Evaluation has to run outside the producing context. The same context that produced the answer cannot reliably judge whether the answer is correct. A fresh evaluator reads files and artifacts, runs tests, lints, browser checks, or schema validation, and returns pass, fail, or needs_human. For code agents, this is another model session with read-only tools. For data and report agents, it is a deterministic validator plus a reviewer model.

Eleven deployment shapes and what decides between them

Once the five primitives are named, the question is which deployment shape runs them. By "shape" I mean an arrangement of those primitives: where the harness lives, where state persists, and what kind of sandbox runs the work. It is not just a single vendor pick. The chart below shows where each shape is comfortable on the run-length axis. The text after it walks through what decides between them.

If you only read one of the eleven, read shape 2: queue + worker + checkpoint DB. It is the default I recommend for most teams, the shape used by the reference repo, and the skeleton most other shapes vary on: queue β†’ worker β†’ durable state, with the sandbox source, harness owner, or state engine swapped out. Reading shape 2 first makes the rest faster to scan.

Deployment shapes and their run-length sweet spots

The chart compares shapes by run length. The matrix below compares them by ownership: where each of the five primitives physically lives. Green cells are where the shape provides the primitive; grey is where you wire it in yourself.

Where each primitive lives in each deployment shape

1. SDK inside an app server (synchronous, request scoped)

The original shape. The agent SDK runs inside a request handler. Good for sub-30-second tasks, demos, and internal tools. Bad for anything an HTTP client might disconnect from. Cloud Run's HTTP timeout maxes out at 60 minutes, and any web-tier panic kills the run. The SDK is the harness, the web process also acts as the sandbox, and state usually lives in process memory unless you explicitly push it elsewhere. Do not use this for multi-hour work.

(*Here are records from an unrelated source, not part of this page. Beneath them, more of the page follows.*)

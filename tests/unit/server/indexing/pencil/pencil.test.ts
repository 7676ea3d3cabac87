import fc from 'fast-check'
import { describe, expect, it, vi } from 'vitest'
import { indexSteps } from '#server/indexing/pencil/stepEvidence'
import { likeliestStep, type PencilInput, pencil as pencilWith, pencilChapters as chaptersWith } from '#server/indexing/pencil/pencil'
import type { FixedChapter, PencilledChapter } from '#server/indexing/pencil/types'
import { clipOf, PARTS, PLAIN, STEPS, TALK, talk } from './support'

// Each test weighs whole sessions, some more than once.
vi.setConfig({ testTimeout: 30_000 })

const input = (values: Partial<PencilInput> = {}): PencilInput => ({ steps: STEPS, parts: PARTS, clips: [clipOf(talk(1, 2, 3, 4))], ...values })
const pencil = (given: PencilInput) => pencilWith(given, PLAIN)
const pencilChapters = (given: PencilInput) => chaptersWith(given, PLAIN)
const stepAt = (chapters: PencilledChapter[], ms: number, clip = 0) => chapters.find(chapter => chapter.clip === clip && ms >= chapter.startMs && ms < chapter.endMs)?.step
const endOf = (clip: PencilInput['clips'][number]) => clip.durationMs ?? Math.max(0, ...clip.cues.map(cue => cue.endMs))

/** Chapters of a clip lie end to end from 0 to its end. */
function expectCovered(chapters: PencilledChapter[], clips: PencilInput['clips'], least = (clip: number) => endOf(clips[clip]!)): void {
  clips.forEach((_, at) => {
    const mine = chapters.filter(chapter => chapter.clip === at)
    if (least(at) > 0) {
      expect(mine[0]!.startMs).toBe(0)
      expect(mine.at(-1)!.endMs).toBeGreaterThanOrEqual(least(at))
    }
    mine.slice(1).forEach((chapter, i) => expect(chapter.startMs).toBe(mine[i]!.endMs))
    for (const chapter of mine) expect(chapter.endMs).toBeGreaterThan(chapter.startMs)
  })
  expect(chapters.map(chapter => chapter.clip)).toEqual(chapters.map(chapter => chapter.clip).sort((a, b) => a - b))
}

describe('a session', () => {
  it('is told from the first moment to the last, each stretch on the step that is spoken of', () => {
    const clips = [clipOf(talk(1, 2, 3, 4), { fromMs: 3000, durationMs: 90_000 })]
    const chapters = pencilChapters(input({ clips }))
    expectCovered(chapters, clips)
    expect(chapters.at(-1)!.endMs).toBe(90_000)
    expect([12_000, 33_000, 53_000, 73_000].map(ms => stepAt(chapters, ms))).toEqual([1, 2, 3, 4])
  })

  it('says of each chapter how sure it is, which words spoke for it, and what else it may be', () => {
    const chapters = pencilChapters(input())
    for (const chapter of chapters) {
      expect(chapter.confidence >= 0 && chapter.confidence <= 1).toBe(true)
      expect(chapter.fixed).toBe(false)
      expect(chapter.otherSteps.length).toBeLessThanOrEqual(3)
      expect(chapter.otherSteps.map(other => other.step)).not.toContain(chapter.step)
      expect(chapter.otherOperations.map(other => other.operation)).not.toContain(chapter.operation)
      for (const { atMs } of chapter.evidence) expect(atMs >= chapter.startMs - 1 && atMs < chapter.endMs).toBe(true)
    }
    expect(chapters.find(chapter => chapter.step === 2)!.evidence.map(({ words }) => words).join(' ')).toContain('transom')
    expect(chapters.find(chapter => chapter.step === 2)!.parts).toContain('transom')
  })

  it('is told the same way every time, and whatever was told between', () => {
    const first = pencil(input())
    pencil(input({ clips: [clipOf(talk(4, 1)), clipOf(['i went ahead and glued the keelson last night'])] }))
    expect(pencil(input())).toEqual(first)
  })

  it('goes over several clips, none of them left out', () => {
    const clips = [clipOf(talk(1), { durationMs: 21_000 }), { cues: [], durationMs: 9000 }, clipOf(talk(2, 3)), { cues: [] }]
    const chapters = pencilChapters(input({ clips }))
    expectCovered(chapters, clips)
    expect(chapters.filter(chapter => chapter.clip === 1)).toMatchObject([{ startMs: 0, endMs: 9000, step: null, operation: 'none', confidence: 0 }])
    expect(chapters.filter(chapter => chapter.clip === 3)).toEqual([])
    expect(stepAt(chapters, 10_000, 2)).toBe(2)
  })

  it('has nothing to tell without captions but that nothing was said', () => {
    for (const cues of [[], [{ startMs: 0, endMs: 3000, text: '' }], [{ startMs: 0, endMs: 3000, text: '[Music]' }]]) {
      expect(pencil(input({ clips: [{ cues, durationMs: 8000 }] }))).toEqual({ chapters: [expect.objectContaining({ startMs: 0, endMs: 8000, step: null, operation: 'none' })], facts: [], toldNotShown: [] })
    }
    expect(pencilChapters(input({ clips: [] }))).toEqual([])
  })

  it('reads captions of one word a cue, and without capitals or stops', () => {
    const words = talk(2, 3).flatMap(line => line.split(' '))
    const clips = [clipOf(words, { everyMs: 700 })]
    const chapters = pencilChapters(input({ clips }))
    expectCovered(chapters, clips)
    const third = words.length * 700 / 4
    expect([stepAt(chapters, third), stepAt(chapters, 3 * third)]).toEqual([2, 3])
  })

  it('reads captions of whole paragraphs', () => {
    const clips = [clipOf([TALK[2]!.join('. '), TALK[3]!.join('. ')], { everyMs: 20_000 })]
    const chapters = pencilChapters(input({ clips }))
    expectCovered(chapters, clips)
    expect([stepAt(chapters, 10_000), stepAt(chapters, 32_000)]).toEqual([2, 3])
  })

  it('is all without a step when the plan has none', () => {
    const { chapters } = pencil(input({ steps: [], parts: [] }))
    expectCovered(chapters, input().clips)
    for (const chapter of chapters) expect(chapter.step).toBeNull()
  })
})

describe('ticked steps', () => {
  it('are the only ones proposed', () => {
    for (const ticked of [[2], [2, 4], [3, 1]]) {
      for (const chapter of pencilChapters(input({ ticked }))) if (chapter.step !== null) expect(ticked).toContain(chapter.step)
    }
  })
  it('count for nothing when there are none, or none that the plan knows', () => {
    const open = pencilChapters(input())
    for (const ticked of [[], null, [77]]) expect(pencilChapters(input({ ticked }))).toEqual(open)
  })
  it('do not keep a fixed chapter on another step away', () => {
    const fixed: FixedChapter[] = [{ clip: 0, startMs: 20_000, endMs: 40_000, step: 2, operation: 'shape' }]
    expect(pencilChapters(input({ ticked: [1, 3], fixed })).find(chapter => chapter.fixed)).toMatchObject(fixed[0]!)
  })
})

describe('fixed chapters', () => {
  const kept = (fixed: FixedChapter[], values: Partial<PencilInput> = {}) => {
    const given = input({ fixed, ...values })
    const chapters = pencilChapters(given)
    expect(chapters.filter(chapter => chapter.fixed).map(({ clip, startMs, endMs, step, operation }) => ({ clip, startMs, endMs, step, operation }))).toEqual(fixed)
    expectCovered(chapters, given.clips)
    return chapters
  }

  it('are kept exactly, at edges that are not edges of cues', () => {
    const chapters = kept([{ clip: 0, startMs: 20_345, endMs: 41_707, step: 4, operation: 'paint' }])
    expect([stepAt(chapters, 10_000), stepAt(chapters, 30_000), stepAt(chapters, 50_000)]).toEqual([1, 4, 3])
  })
  it('are kept over silence, before the first word and behind the last', () => {
    const clips = [clipOf(talk(1, 2), { fromMs: 20_000, durationMs: 90_000 })]
    kept([{ clip: 0, startMs: 2000, endMs: 12_000, step: 3, operation: 'glue' }, { clip: 0, startMs: 70_000, endMs: 80_000, step: null, operation: 'none' }], { clips })
    kept([{ clip: 0, startMs: 70_000, endMs: 80_000, step: 3, operation: 'glue' }], { clips: [clipOf(talk(1, 2))] })
    kept([{ clip: 1, startMs: 1000, endMs: 4000, step: 3, operation: 'glue' }], { clips: [clipOf(talk(1)), { cues: [], durationMs: 9000 }] })
  })
  it('are kept when they cover everything, side by side, or are on a step that the plan has no more', () => {
    kept([{ clip: 0, startMs: 0, endMs: 80_000, step: 1, operation: 'glue' }])
    kept([{ clip: 0, startMs: 0, endMs: 20_000, step: 1, operation: 'glue' }, { clip: 0, startMs: 20_000, endMs: 40_000, step: 1, operation: 'shape' }, { clip: 0, startMs: 40_000, endMs: 41_000, step: null, operation: 'clean-up' }])
    kept([{ clip: 0, startMs: 8000, endMs: 16_000, step: 99, operation: 'glue' }])
  })
  it('leave no scrap of their own step beside them', () => {
    for (const [startMs, endMs] of [[20_900, 40_900], [19_100, 39_100]] as const) {
      const chapters = kept([{ clip: 0, startMs, endMs, step: 4, operation: 'paint' }])
      for (const chapter of chapters) if (!chapter.fixed) expect(chapter.endMs - chapter.startMs).toBeGreaterThanOrEqual(1500)
    }
  })
  it('pull what lies about them: silence about the transom is taken for the next step after it', () => {
    const vague = Array.from({ length: 6 }, () => 'and a bit more of that there')
    const chapters = kept([{ clip: 0, startMs: 0, endMs: 12_000, step: 4, operation: 'paint' }], { clips: [clipOf([...vague, ...vague])] })
    expect(chapters.filter(chapter => !chapter.fixed && chapter.step !== null && chapter.step !== 4)).toEqual([])
  })
})

describe('learned words', () => {
  const strange = ['now the whatsit', 'get the whatsit going', 'whatsit goes round the gizmo', 'that gizmo again', 'whatsit and gizmo both', 'one more whatsit']
  it('pull towards the step they were tied to', () => {
    const clips = [clipOf([...TALK[1]!, ...strange])]
    const learned = [{ step: 4, operation: 'paint' as const, text: strange.join('. ') }, { step: 2, operation: 'shape' as const, text: 'nothing of the sort' }]
    const share = (chapters: PencilledChapter[]) => chapters.filter(chapter => chapter.endMs > 24_000).reduce((most, chapter) => Math.max(most, chapter.step === 4 ? chapter.confidence : chapter.otherSteps.find(other => other.step === 4)?.confidence ?? 0), 0)
    expect(share(pencilChapters(input({ clips, learned })))).toBeGreaterThan(share(pencilChapters(input({ clips }))))
    expect(stepAt(pencilChapters(input({ clips, learned, ticked: [1, 4] })), 34_000)).toBe(4)
  })
  it('of a step that is gone count for nothing', () => {
    const clips = [clipOf(strange)]
    expect(pencilChapters(input({ clips, learned: [{ step: 99, operation: 'glue', text: strange.join(' ') }] }))).toEqual(pencilChapters(input({ clips })))
  })
})

describe('facts and told places', () => {
  it('go to the step of the chapter they are heard over', () => {
    const lines = talk(1, 2)
    lines[7] = 'plane the transom bevel to 14 degrees'
    const { facts } = pencil(input({ clips: [clipOf(lines)] }))
    expect(facts).toContainEqual({ clip: 0, atMs: 28_000, kind: 'angle', text: '14 degrees', value: 14, unit: 'deg', step: 2 })
  })
  it('are listed by time, also those of glue, with their clip', () => {
    const { facts } = pencil(input({ clips: [clipOf(talk(1)), clipOf([...TALK[1]!, 'so this is thickened epoxy with wood flour', 'mixed 2 to 1 for the scarf', 'spread it on the side panel'])] }))
    expect(facts.map(fact => [fact.clip, fact.atMs, fact.kind])).toEqual([[0, 8000, 'ratio'], [1, 8000, 'ratio'], [1, 20_000, 'adhesive'], [1, 24_000, 'ratio']])
  })
  it('have the step that the words speak of, else the one they are spoken over', () => {
    const { toldNotShown } = pencil(input({ clips: [clipOf([...TALK[1]!, 'i went ahead and varnished the outwales, three coats of varnish on the outwales', ...TALK[2]!])] }))
    expect(toldNotShown).toMatchObject([{ clip: 0, atMs: 20_000, step: 4 }])
  })
})

describe('likeliestStep', () => {
  it('names the step that a sentence is about, and by how much', () => {
    expect(likeliestStep('three coats of varnish on the outwale', indexSteps(STEPS, PARTS))).toMatchObject({ step: 4 })
    expect(likeliestStep('three coats of varnish on the outwale', indexSteps(STEPS, PARTS))!.lead).toBeGreaterThan(1)
  })
  it('names none for a sentence about nothing, none at all, or no plan', () => {
    for (const words of ['', 'and then there it was', '[Music]']) expect(likeliestStep(words, indexSteps(STEPS, PARTS))).toBeNull()
    expect(likeliestStep('varnish', indexSteps([], []))).toBeNull()
  })
})

describe('whatever is said, fixed and ticked', () => {
  const line = fc.constantFrom(...talk(1, 2, 3, 4), 'okay', '[Music]', '', 'hello and welcome back', 'sweep up and wipe the bench', '1½ inches')
  const clip = fc.record({ texts: fc.array(line, { maxLength: 12 }), fromMs: fc.integer({ min: 0, max: 30_000 }), everyMs: fc.integer({ min: 300, max: 9000 }), more: fc.option(fc.integer({ min: 0, max: 40_000 })) })
  const stretch = fc.record({ clip: fc.nat(2), from: fc.nat(60_000), length: fc.integer({ min: 1, max: 40_000 }), step: fc.constantFrom(null, 1, 2, 3, 4, 9), operation: fc.constantFrom('glue' as const, 'none' as const, 'plan-talk' as const, 'clean-up' as const, 'paint' as const) })

  it('covers every clip without gaps, keeps what is fixed exactly, and answers the same again', () => {
    fc.assert(fc.property(fc.array(clip, { maxLength: 3 }), fc.array(stretch, { maxLength: 4 }), fc.option(fc.subarray([1, 2, 3, 4])), (given, wanted, ticked) => {
      const clips = given.map(({ texts, fromMs, everyMs, more }) => clipOf(texts, { fromMs, everyMs, durationMs: more === null ? undefined : texts.length * everyMs + fromMs + more }))
      const fixed: FixedChapter[] = []
      for (const { clip, from, length, step, operation } of wanted) {
        const chapter = { clip, startMs: from, endMs: from + length, step, operation }
        if (clip < clips.length && !fixed.some(other => other.clip === clip && other.startMs < chapter.endMs && chapter.startMs < other.endMs)) fixed.push(chapter)
      }
      const one = input({ clips, fixed, ticked })
      const chapters = chaptersWith(one)
      expectCovered(chapters, clips, at => Math.max(endOf(clips[at]!), ...fixed.filter(chapter => chapter.clip === at).map(chapter => chapter.endMs)))
      const sorted = [...fixed].sort((a, b) => a.clip - b.clip || a.startMs - b.startMs)
      expect(chapters.filter(chapter => chapter.fixed).map(({ clip, startMs, endMs, step, operation }) => ({ clip, startMs, endMs, step, operation }))).toEqual(sorted)
      expect(chaptersWith(one)).toEqual(chapters)
    }), { numRuns: 40 })
  })
})
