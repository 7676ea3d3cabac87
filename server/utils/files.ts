import type { H3Event } from 'h3'
import { z } from 'zod'
import { DomainError, notFound } from '#shared/utils/errors'

/**
 * Reads a body of at most `most` bytes and refuses a longer one as soon as it shows, without keeping it.
 * @throws DomainError 'too-large'
 */
export async function readBytes(event: H3Event, most: number, tooLarge: (megabytes: number) => string): Promise<Buffer> {
  const refused = () => new DomainError('too-large', tooLarge(most / 1024 / 1024))
  if (Number(getHeader(event, 'content-length') ?? 0) > most) throw refused()
  const chunks: Buffer[] = []
  let size = 0
  for await (const chunk of event.node.req as AsyncIterable<Buffer>) {
    size += chunk.length
    if (size > most) throw refused()
    chunks.push(chunk)
  }
  return Buffer.concat(chunks)
}

/** A download's name (RFC 6266), plain for old clients and as it is beside it. */
export function attachment(name: string): string {
  const plain = name.normalize('NFKD').replace(/[^\x20-\x7E]/g, '').replace(/["\\%]/g, '_')
  const full = encodeURIComponent(name).replace(/[!'()*]/g, c => `%${c.charCodeAt(0).toString(16).toUpperCase()}`)
  return `attachment; filename="${plain}"; filename*=UTF-8''${full}`
}

/** Browsers may keep where a picture or clip lies for a few minutes, so that each is asked about once. */
const KEEP_ADDRESS_SECONDS = 300

/** Sends the browser to the storage: video and pictures never pass through the site. */
export function sendToStorage(event: H3Event, address: string) {
  setResponseHeader(event, 'Cache-Control', `private, max-age=${KEEP_ADDRESS_SECONDS}`)
  return sendRedirect(event, address, 302)
}

/** The id in `<id>.vtt`. */
export function trackOf(file: string): string {
  const id = file.replace(/\.vtt$/, '')
  if (id === file || !z.uuid().safeParse(id).success) throw notFound('Those captions')
  return id.toLowerCase()
}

2. Queue + worker + checkpoint DB

The default I recommend for most teams, and the production shape used in market-analyst-agent: a Python worker with a PostgreSQL checkpointer, Redis Streams (or RabbitMQ) for the inbound queue, and an MCP sidecar for tools. Good for 10-minute to multi-hour runs with idempotent steps. The local runner can bypass the queue for synchronous development, but the queue is part of the production shape once you need async submission and backpressure.

The app accepts a request, creates a session row, pushes a job, and returns a run ID. The worker pulls the job, runs the harness, writes checkpoints, streams status, and stores artifacts as it goes. Postgres survives, workers are cattle, and queue depth gives you backpressure. Spot/Preemptible compute works as long as the checkpointer finishes writing to disk before it reports success.

In this shape, the worker is the harness. The worker container plus a per-thread workspace mount is the sandbox. Postgres owns session and checkpoint state. Traces go through OpenTelemetry to whatever observability stack you run.

3. Durable workflow engine (Temporal-style)

Agent orchestration code runs inside a Temporal Workflow; model calls and tool calls run as Activities. Workflow state lives in an event-history log backed by Cassandra, MySQL, or Postgres, so state replays cleanly across deploys. The public-preview Temporal Γ— OpenAI Agents SDK integration ships an OpenAIAgentsPlugin and an activity_as_tool helper, and the agentic sandboxes write-up describes forking a running agent onto a different sandbox provider mid-conversation. Idle workflows consume zero compute. The caveats are real: streaming and voice agents are unsupported in the current integration, and LocalShellTool and ComputerTool are disabled because they don't fit a distributed model.

Use this shape when the run has real waiting points: human approvals, external callbacks, long sleeps, retries with business rules, deploy windows. A human approval becomes a durable sleep that consumes no compute, not a polling loop that does.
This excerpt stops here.